# Thread: Intro to Analysis

1. ## Intro to Analysis

I just started this class and for some reason the material isn't clicking at all. I was wondering if anyone could give me some sort of hint on how to approach this problem. I would GREATLY appreciate it.

2. Originally Posted by haikuambulance
I just started this class and for some reason the material isn't clicking at all. I was wondering if anyone could give me some sort of hint on how to approach this problem.
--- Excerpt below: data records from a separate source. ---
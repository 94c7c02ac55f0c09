package chem

import (
	"slices"
	"strconv"
	"strings"
)

// IngredientOf returns a substance as an ingredient of a mixture, with what its
// record knows. A nil substance, or one without a classification, is unknown.
func IngredientOf(name string, s *Substance, w Fraction) Ingredient {
	if s == nil {
		return Ingredient{Name: name, Fraction: w}
	}
	in := Ingredient{Name: name, CAS: s.CAS, Fraction: w, Hazard: s.Hazard, Known: s.Hazard.Assessed || s.NotClassified(),
		State: s.State, LimitShare: chromateShare(s)}
	in.read = readHazard(s.Hazard)
	a := s.Hazard.Acute
	add := func(route string, value float64) {
		if value > 0 {
			in.Estimates = append(in.Estimates, AcuteEstimate{Route: route, Value: value})
		}
	}
	add(Oral, a.Oral)
	add(Dermal, a.Dermal)
	switch a.InhalationForm {
	case "gas":
		add(InhaledGas, a.Inhalation)
	case "vapour":
		add(InhaledVapour, a.Inhalation)
	case "dust/mist":
		add(InhaledDust, a.Inhalation)
	}
	return in
}

// hazardReading is a record with its classes and limits read.
type hazardReading struct {
	classes []HazardClass
	limits  []specificLimit
	acute   []AcuteEstimate
	bad     []string // what couldn't be read
}

func readHazard(h HazardRecord) *hazardReading {
	r := &hazardReading{classes: h.HazardClasses()}
	r.limits, r.acute, r.bad = parseSpecificLimits(h.SCL)
	for i, text := range r.bad {
		r.bad[i] = "specific limit " + strconv.Quote(text)
	}
	for _, c := range r.classes {
		if _, ok := LabelElementsOf(c); !ok {
			r.bad = append(r.bad, "classification "+strconv.Quote(c.String()))
		}
	}
	return r
}

// NotClassified reports a record that says, from memory, that common suppliers
// don't classify the substance. It is a statement, unlike a missing record, but
// an unverified one.
func (s *Substance) NotClassified() bool {
	return len(s.Hazard.Classes) == 0 && (s.Hazard.Basis == "none" || s.Hazard.Basis == "not classified")
}

// chromateShare is the part of a chromium(VI) compound's mass that note 3 of
// CLP Annex VI counts: chromate ion. 0 for everything else.
func chromateShare(s *Substance) Fraction {
	if !isChromateVI(Reactant{Name: s.Name}) || !hasNote3(s.Hazard.Notes) {
		return 0
	}
	f, err := ParseFormula(s.Formula)
	if err != nil || f.MolarMass() <= 0 {
		return 0
	}
	ion, err := ParseFormula("CrO4^2-")
	if err != nil {
		return 0
	}
	return Fraction(f.Count("Cr") * float64(ion.MolarMass()) / float64(f.MolarMass()))
}

// hasNote3 finds note 3 in the notes of a record, "Notes 3 G; …" or "Annex VI
// notes 3: …".
func hasNote3(text string) bool {
	_, after, ok := strings.Cut(strings.ToLower(text), "notes ")
	if !ok {
		return false
	}
	if end := strings.IndexAny(after, ";:"); end >= 0 {
		after = after[:end]
	}
	return slices.Contains(strings.Fields(after), "3")
}

// HazardClasses returns the classes of a record with category and code apart.
func (h HazardRecord) HazardClasses() []HazardClass {
	var classes []HazardClass
	for _, class := range h.Classes {
		c, ok := ParseHazardClass(class)
		if !ok {
			c = HazardClass{Name: class} // a mixture or a label says that it isn't understood
		}
		classes = append(classes, c)
	}
	return classes
}

// ReactantOf returns a substance as the compatibility chart sees it.
func ReactantOf(s *Substance) Reactant {
	groups := slices.Clone(s.ReactiveGroups)
	r := ReactantNamed(s.Name, s.Formula, groups...)
	for _, name := range s.Synonyms {
		if listed, ok := listedGroups(name); ok && !r.Assessed {
			r.Groups, r.Assessed = listed, true
		}
	}
	return r
}

// IncompatiblePairs returns the pairs of substances that must not meet: see
// IncompatibleReactants.
func IncompatiblePairs(subs []*Substance) []Incompatibility {
	var rs []Reactant
	for _, s := range subs {
		rs = append(rs, ReactantOf(s))
	}
	return IncompatibleReactants(rs)
}
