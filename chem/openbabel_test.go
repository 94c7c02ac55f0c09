package chem

import (
	"math"
	"os"
	"os/exec"
	"strconv"
	"strings"
	"testing"
)

// TestOpenBabel compares formula and molar mass of every structure of the table with
// Open Babel, a general-purpose library that reads the SMILES on its own way. Its
// atomic weights are older, hence 1 part in 5000.
func TestOpenBabel(t *testing.T) {
	program := openBabel(t)
	var input strings.Builder
	want := map[string]*Substance{}
	for _, s := range Substances() {
		if s.SMILES != "" && s.Formula != "" {
			input.WriteString(s.SMILES + "\t" + s.CAS + "\n")
			want[s.CAS] = s
		}
	}
	command := exec.Command(program, "-ismi", "-otxt", "--append", "formula MW")
	command.Stdin = strings.NewReader(input.String())
	output, err := command.Output()
	if err != nil {
		t.Fatalf("running Open Babel: %v", err)
	}
	compared := 0
	for line := range strings.Lines(string(output)) {
		fields := strings.Fields(line)
		if len(fields) != 3 || want[fields[0]] == nil {
			continue
		}
		compared++
		compareOpenBabel(t, want[fields[0]], fields[1], fields[2])
	}
	t.Logf("%d of %d structures compared", compared, len(want))
	if compared < len(want)*9/10 {
		t.Errorf("Open Babel read %d of %d structures", compared, len(want))
	}
}

// openBabel returns the program, or skips the test; where everything is to be checked,
// which the environment says by STILLROOM_CI, it has to be there.
func openBabel(t *testing.T) string {
	t.Helper()
	program, err := exec.LookPath("obabel")
	if err == nil {
		return program
	}
	if os.Getenv("STILLROOM_CI") == "1" {
		t.Fatal("Open Babel isn't installed, and all checks are compulsory here")
	}
	t.Skip("Open Babel isn't installed")
	return ""
}

func compareOpenBabel(t *testing.T, s *Substance, formula, mass string) {
	t.Helper()
	own, err := ParseFormula(s.Formula)
	if err != nil {
		t.Errorf("%s: %v", s.Name, err)
		return
	}
	if own.Variable() {
		own = own.Anhydrous()
	}
	theirs, err := ParseFormula(caretCharge(formula))
	if err != nil {
		t.Errorf("%s: Open Babel's formula: %v", s.Name, err)
		return
	}
	for _, e := range theirs.Elements() {
		if got := own.Count(e.Symbol); math.Abs(got-e.Count) > 1e-9 {
			t.Errorf("%s, %s: %v atoms of %s, Open Babel has %v", s.Name, s.Formula, got, e.Symbol, e.Count)
		}
	}
	m, err := strconv.ParseFloat(mass, 64)
	if err != nil || math.Abs(own.MolarMass().GramsPerMole()-m) > m/5000 {
		t.Errorf("M(%s, %s) = %.4f g/mol, Open Babel has %s", s.Name, s.Formula, own.MolarMass().GramsPerMole(), mass)
	}
}

// caretCharge writes the trailing signs of Open Babel's formulas as a charge.
func caretCharge(formula string) string {
	bare := strings.TrimRight(formula, "+-")
	if n := len(formula) - len(bare); n > 0 {
		return bare + "^" + strconv.Itoa(n) + formula[len(formula)-1:]
	}
	return formula
}

// TestOpenBabelNuclides compares the masses of nuclides with Open Babel's, which come
// from another compilation.
func TestOpenBabelNuclides(t *testing.T) {
	program := openBabel(t)
	for _, r := range readTable("nuclides.csv") {
		smiles := "[" + r.text("mass_number") + r.text("symbol") + "]"
		output, err := exec.Command(program, "-:"+smiles, "-otxt", "--append", "MW").Output()
		fields := strings.Fields(string(output))
		if err != nil || len(fields) == 0 {
			t.Fatalf("running Open Babel: %v", err)
		}
		theirs, err := strconv.ParseFloat(fields[0], 64)
		own, _ := r.number("mass")
		if err != nil || math.Abs(theirs-own) > 1e-4 {
			t.Errorf("mass of %s = %v, Open Babel has %s", smiles, own, fields[0])
		}
	}
}
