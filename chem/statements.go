package chem

import (
	"strings"
	"sync"
)

// Statement returns the standard's words for a hazard, supplemental or
// precautionary statement code, such as "H314" or "P305+P351+P338". A code with
// a letter for the effect, such as H360FD, has words of its own where the
// standard has; the letter is never dropped silently, so an unknown code is not
// found.
//
// The words are those of UN GHS Rev.10 and EU CLP Annex III and IV
// (data/ghs_statements.csv, with the source of each row).
func Statement(code string) (string, bool) {
	text, ok := statements()[code]
	if ok || !strings.Contains(code, "+") {
		return text, ok
	}
	var parts []string
	for c := range strings.SplitSeq(code, "+") {
		part, ok := statements()[c]
		if !ok {
			return "", false
		}
		parts = append(parts, part)
	}
	return strings.Join(parts, " "), true
}

// StatementLine returns the code followed by its words, or by "no data" if the
// table has none.
func StatementLine(code string) string {
	if line, ok := statementLines()[code]; ok {
		return line
	}
	text, ok := Statement(code)
	if !ok {
		text = "no data: wording not in the table"
	}
	return code + " " + text
}

var statementLines = sync.OnceValue(func() map[string]string {
	lines := map[string]string{}
	for code, text := range statements() {
		lines[code] = code + " " + text
	}
	return lines
})

var statements = sync.OnceValue(func() map[string]string {
	byCode := map[string]string{}
	for _, row := range readTable("ghs_statements.csv") {
		byCode[strings.ReplaceAll(row.text("code"), " ", "")] = row.text("statement")
	}
	return byCode
})

// A HazardClass is a hazard class with its category and statement code, as in
// "STOT RE 1 H372".
type HazardClass struct {
	Name     string // "STOT RE"
	Category string // "1"; empty where the class has none
	Code     string // "H372"
}

// String returns the class as it is written in a classification.
func (c HazardClass) String() string {
	parts := []string{c.Name}
	if c.Category != "" {
		parts = append(parts, c.Category)
	}
	if c.Code != "" {
		parts = append(parts, c.Code)
	}
	return strings.Join(parts, " ")
}

// ParseHazardClass reads an entry of a classification, such as "Skin Corr. 1A
// H314" or "STOT RE 1 H372 (lungs) (Inhalation)". What follows the code, an
// organ, a route or the asterisks of Annex VI, is left out. It reports false
// for a text without a statement code.
func ParseHazardClass(s string) (HazardClass, bool) {
	fields := strings.Fields(strings.ReplaceAll(s, "Irrit.2", "Irrit. 2"))
	for i, f := range fields {
		code := strings.Trim(f, ";:,")
		if i == 0 || !isStatementCode(code) {
			continue
		}
		c := HazardClass{Code: code}
		name := fields[:i]
		if last := strings.Trim(name[i-1], ";"); i > 1 && isCategory(last) {
			c.Category = last
			name = name[:i-1]
		}
		c.Name = strings.Trim(strings.Join(name, " "), ";")
		return c, true
	}
	return HazardClass{}, false
}

func isStatementCode(s string) bool {
	digits := strings.TrimPrefix(strings.TrimPrefix(s, "EU"), "H")
	return len(digits) < len(s) && len(digits) >= 3 && isDigits(digits[:3])
}

func isDigits(s string) bool {
	for _, r := range s {
		if r < '0' || r > '9' {
			return false
		}
	}
	return s != ""
}

func isCategory(s string) bool {
	return s != "" && (s[0] >= '0' && s[0] <= '9' || s[0] == '(' || len(s) <= 2 && strings.Trim(s, "ABCDEFG") == "")
}

// LabelElements are what the standard puts on a label for one class and
// category.
type LabelElements struct {
	Signal     string   // "Danger", "Warning" or empty
	Pictograms []string // "GHS05"
	P          []string // codes for prevention, response, storage and disposal, in that order
}

// LabelElementsOf returns the label elements of a class, and whether the table
// has them (data/ghs_classes.csv, with the source of each row).
func LabelElementsOf(c HazardClass) (LabelElements, bool) {
	e, ok := labelElements()[classKey(c)]
	return e, ok
}

// classKey folds the spellings under which a class is found: the effect letters
// of H360FD or H350i, and the categories that share a row.
func classKey(c HazardClass) HazardClass {
	switch {
	case c.Name == "Press. Gas":
		c.Category = ""
	case c.Name != "Org. Perox." && c.Name != "Self-react.":
	case c.Category == "C" || c.Category == "D":
		c.Category = "CD"
	case c.Category == "E" || c.Category == "F":
		c.Category = "EF"
	}
	c.Code = baseCode(c.Code)
	return c
}

// baseCode drops the effect letters: H360FD is H360.
func baseCode(code string) string {
	return strings.TrimRight(code, "abcdefghijklmnopqrstuvwxyzABCDEFGIJKLMNOPQRSTUVWXYZ")
}

var labelElements = sync.OnceValue(func() map[HazardClass]LabelElements {
	byClass := map[HazardClass]LabelElements{}
	for _, row := range readTable("ghs_classes.csv") {
		e := LabelElements{Signal: row.text("signal_word")}
		for p := range strings.SplitSeq(row.text("pictogram"), ";") {
			if p = strings.TrimSpace(p); p != "" {
				e.Pictograms = append(e.Pictograms, p)
			}
		}
		for _, column := range []string{"p_prevention_clp", "p_response_clp", "p_storage_clp", "p_disposal_clp"} {
			e.P = append(e.P, strings.Fields(row.text(column))...)
		}
		for code := range strings.SplitSeq(row.text("h_code"), ";") {
			if c, ok := ParseHazardClass(row.text("clp_abbreviation") + " " + code); ok {
				byClass[classKey(c)] = e
			}
		}
	}
	return byClass
})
I would GREATLY appreciate it.

I will do the first bit:

$x = qx + (1 - q) x < qx + (1 - q)y$ for $x < y$.

$y = qy + (1 - q) y > qx + (1 - q)y$ for $x < y$.

Therefore $x < qx + (1 - q)y < y$ for $x < y$.

3. Here's how I would do it. Since x< y, y- x> 0. Since q< 1, subtracting q from each part, 0< 1-q. Since 0< q, -q< 0 and 1- q< 1. Setting p= 1- q, we also have 0< p< 1. multiplying each part by the positive number y- x, 0(y-x)< p(y-x)< 1(y-x) or 0< py- px< y- x. Adding x to each part, x< py- px+ x< y. -px+ x= (1- p)x= qx and py= (1-q)y so that is x< (1- q)y+ qx< y.

(I first did that using "q" rather than "p" and arrived at x< qy+ (1-q)x< y which is true but not what is wanted. That when I switched to p= 1- q and did the same proof.)